Text node exfiltration (III): leaking the charset by cache timing (not requiring external assets)

Reference: This is mentioned as an unsuccessful solution in this writeup

In this case, we could try to leak if a char is in the text by loading a fake font from the same origin:

@font-face {
  font-family: "A1";
  src: url(/static/bootstrap.min.css?q=1);
  unicode-range: U+0041;
}

If there is a match, the font will be loaded from /static/bootstrap.min.css?q=1. Although it wont load successfully, the browser should cache it, and even if there is no cache, there is a 304 not modified mechanism, so the response should be faster than other things.

However, if the time difference of the cached response from the non-cached one isn't big enough, this won't be useful. For example, the author mentioned: However, after testing, I found that the first problem is that the speed is not much different, and the second problem is that the bot uses the disk-cache-size=1 flag, which is really thoughtful.

Text node exfiltration (III): leaking the charset by timing loading hundreds of local "fonts" (not requiring external assets)
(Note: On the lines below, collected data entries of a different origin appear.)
// keyLine is one "key: value" line of a block.
type keyLine struct {
	srcLine
	key     string // lower case, single spaces
	keyText Text   // the key as written
	val     Text
}

// keyLines reads the "key: value" lines of a block. A line without a colon
// (the error quotes example, e.g. "trials: 20000", when one is given), a
// key given a second time, and a key without a value are errors; the other
// lines are returned in order. canon, when not nil, maps a key to the one
// it stands for before the repeat check.
func (p *parser) keyLines(h BlockHead, lines []srcLine, example string, canon func(string) string) []keyLine {
	seen := map[string]int{}
	var out []keyLine
	for _, l := range lines {
		key, keyText, val, ok := l.splitKV()
		if !ok {
			eg := ""
			if example != "" {
				eg = fmt.Sprintf(", e.g. %q", example)
			}
			p.errorf(l.pos, "expected \"key: value\" in %s %s%s; got %q", h.Kind, h.ID, eg, l.text)
			continue
		}
		if canon != nil {
			key = canon(key)
		}
		if prev, dup := seen[key]; dup {
			p.errorf(keyText.Pos, "%s is given twice in %s %s (first at line %d)", key, h.Kind, h.ID, prev)
			continue
		}
		seen[key] = l.pos.Line
		if val.Src == "" {
			p.errorf(val.Pos, "%s has no value after the colon", keyText.Src)
			continue
		}
		out = append(out, keyLine{l, key, keyText, val})
	}
	return out
}

func normKey(k string) string {
	return strings.ToLower(strings.Join(strings.Fields(k), " "))
}

var namePattern = regexp.MustCompile(`^[A-Za-z_][A-Za-z0-9_]*$`)

func (p *parser) assume(h BlockHead, lines []srcLine) Block {
	b := &Assume{BlockHead: h}
	for _, l := range lines {
		eq := strings.IndexByte(l.text, '=')
		if eq < 0 || (eq+1 < len(l.text) && l.text[eq+1] == '=') {
			p.errorf(l.pos, "expected \"name = value\" in an assume block, got %q", l.text)
			continue
		}
		name := strings.TrimSpace(l.text[:eq])
		if !namePattern.MatchString(name) {
			p.errorf(l.pos, "%q is not a name: a name starts with a letter or _ and holds letters, digits and _", name)
			continue
		}
		rest := l.text[eq+1:]
		restOff := eq + 1
		a := &Assumption{Name: name, NamePos: l.pos, Line: l.pos.Line}
		if t := tilde(rest); t >= 0 {
			d := strings.TrimSpace(rest[t+1:])
			dOff := restOff + t + 1 + (len(rest[t+1:]) - len(strings.TrimLeft(rest[t+1:], " \t")))
			a.Dist = p.distribution(l, dOff, d)
			rest = rest[:t]
		}
		lead := len(rest) - len(strings.TrimLeft(rest, " \t"))
		v := strings.TrimSpace(rest)
		if v == "" {
			p.errorf(l.pos.Shift(len([]rune(l.text[:eq+1]))), "%s has no value after =", name)
			continue
		}
		a.Expr = l.at(restOff+lead, v)
		b.Items = append(b.Items, a)
	}
	return b
}

// tilde finds a ~ outside quotes.
func tilde(s string) int { return unquoted(s, '~') }

// DistributionArgs gives the number of parameters of each distribution.
var DistributionArgs = map[string]int{"triangular": 3, "uniform": 2, "normal": 2, "pert": 3, "lognormal": 2}

var distNames = []string{"triangular", "uniform", "normal", "pert", "lognormal"}
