// polyline strokes an open path through pts.
func (w *pdfWriter) polyline(pts []fpdf.PointType) {
	w.pdf.MoveTo(pts[0].X, pts[0].Y)
	for _, p := range pts[1:] {
		w.pdf.LineTo(p.X, p.Y)
	}
	w.pdf.DrawPath("D")
}
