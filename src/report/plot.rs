//! SVG plots for reports, drawn with plotters into a `String`.
//!
//! Five plots (SPEC §8): data with the fitted curve and confidence and
//! prediction bands ([`fit_plot`]); residuals against a predictor or the
//! fitted value ([`residual_plot`]); a normal probability plot of residuals
//! ([`normal_probability_plot`]); the linearized view ([`linearized_plot`]);
//! a parameter over the run history ([`trend_plot`]).
//!
//! Inputs are plain slices. Non-finite points are left out and counted.
//! Large inputs are decimated for drawing only (the caller's fit is not
//! affected): above [`DECIMATE_ABOVE`] scatter points, one point is kept per
//! [`CELL_PX`]-pixel cell of the plot area (the first in input order), which
//! changes nothing visible at marker size; curves and bands above
//! [`CURVE_MAX`] samples keep every k-th sample plus the last. Output is
//! deterministic: the same input gives byte-identical SVG.
//!
//! Palette (our own): ink `#23272c`, data `#2b556e` (slate blue), fitted
//! line `#a4461d` (rust), confidence band `#d88c4a` (amber, 35 %),
//! prediction band `#c9b89a` (sand, 35 %), reference lines `#7a7e83`.

use std::collections::HashSet;
use std::fmt::Write as _;

use plotters::coord::Shift;
use plotters::coord::types::{RangedCoordf64, RangedCoordi32};
use plotters::prelude::*;
use serde::Serialize;

use super::context::Plot;
use super::{ReportError, Result};

/// An SVG drawing made by this module. It has no public constructor, so any
/// SVG a template inlines unescaped was drawn here (with plotters escaping
/// every text it draws).
#[derive(Debug, Clone, PartialEq, Eq)]
pub struct Svg(String);

impl Svg {
    /// The SVG markup.
    pub fn as_str(&self) -> &str {
        &self.0
    }
}

impl Serialize for Svg {
    fn serialize<S: serde::Serializer>(
        &self,
        serializer: S,
    ) -> std::result::Result<S::Ok, S::Error> {
        serializer.serialize_str(&self.0)
    }
}

/// Width of every plot in SVG pixels.
pub const WIDTH: u32 = 760;
/// Height of every plot in SVG pixels.
pub const HEIGHT: u32 = 440;
/// Scatter series longer than this are decimated for drawing.
pub const DECIMATE_ABOVE: usize = 5000;
/// Cell size in pixels of the scatter decimation (about a marker's diameter).
pub const CELL_PX: i32 = 3;
/// Curves and bands longer than this are drawn with a stride.
pub const CURVE_MAX: usize = 2000;

const INK: RGBColor = RGBColor(0x23, 0x27, 0x2c);
const MUTED: RGBColor = RGBColor(0x5c, 0x61, 0x67);
const GRID_BOLD: RGBColor = RGBColor(0xdc, 0xd7, 0xcd);
const DATA: RGBColor = RGBColor(0x2b, 0x55, 0x6e);
const FIT: RGBColor = RGBColor(0xa4, 0x46, 0x1d);
const CONFIDENCE: RGBColor = RGBColor(0xd8, 0x8c, 0x4a);
const PREDICTION: RGBColor = RGBColor(0xc9, 0xb8, 0x9a);
const REFERENCE: RGBColor = RGBColor(0x7a, 0x7e, 0x83);
const FONT: &str = "sans-serif";

/// An axis title: a quantity name and its unit, drawn `name (unit)`.
#[derive(Debug, Clone, PartialEq, Eq)]
pub struct AxisLabel {
    /// Quantity, e.g. "T" or "temperature T".
    pub name: String,
    /// Unit, e.g. "°C"; none for dimensionless quantities.
    pub unit: Option<String>,
}

impl AxisLabel {
    /// An axis title with an optional unit.
    pub fn new(name: impl Into<String>, unit: Option<&str>) -> Self {
        AxisLabel {
            name: name.into(),
            unit: unit.filter(|u| !u.trim().is_empty()).map(str::to_string),
        }
    }

    /// The drawn text.
    pub fn text(&self) -> String {
        match &self.unit {
            Some(unit) => format!("{} ({unit})", self.name),
            None => self.name.clone(),
        }
    }
}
Reference: This is mentioned as an unsuccessful solution in this writeup

In this case you can indicate CSS to load hundreds of fake fonts from the same origin when a match occurs. This way you can measure the time it takes and find out if a char appears or not with something like:

@font-face {
  font-family: "A1";
  src: url(/static/bootstrap.min.css?q=1), 
    url(/static/bootstrap.min.css?q=2),
    ....
    url(/static/bootstrap.min.css?q=500);
  unicode-range: U+0041;
}

And the bots code looks like this:

browser.get(url)
WebDriverWait(browser, 30).until(lambda r: r.execute_script('return document.readyState') == 'complete')
time.sleep(30)

So, Assuming the font doesnt match, the time to get the response when visiting the bot should be around 30 seconds. If there is a match, a bunch of requests will be sent to get the font, and the network will always have something, so it will take longer to meet the stop condition and get the response. So the response time can tell if there is a match.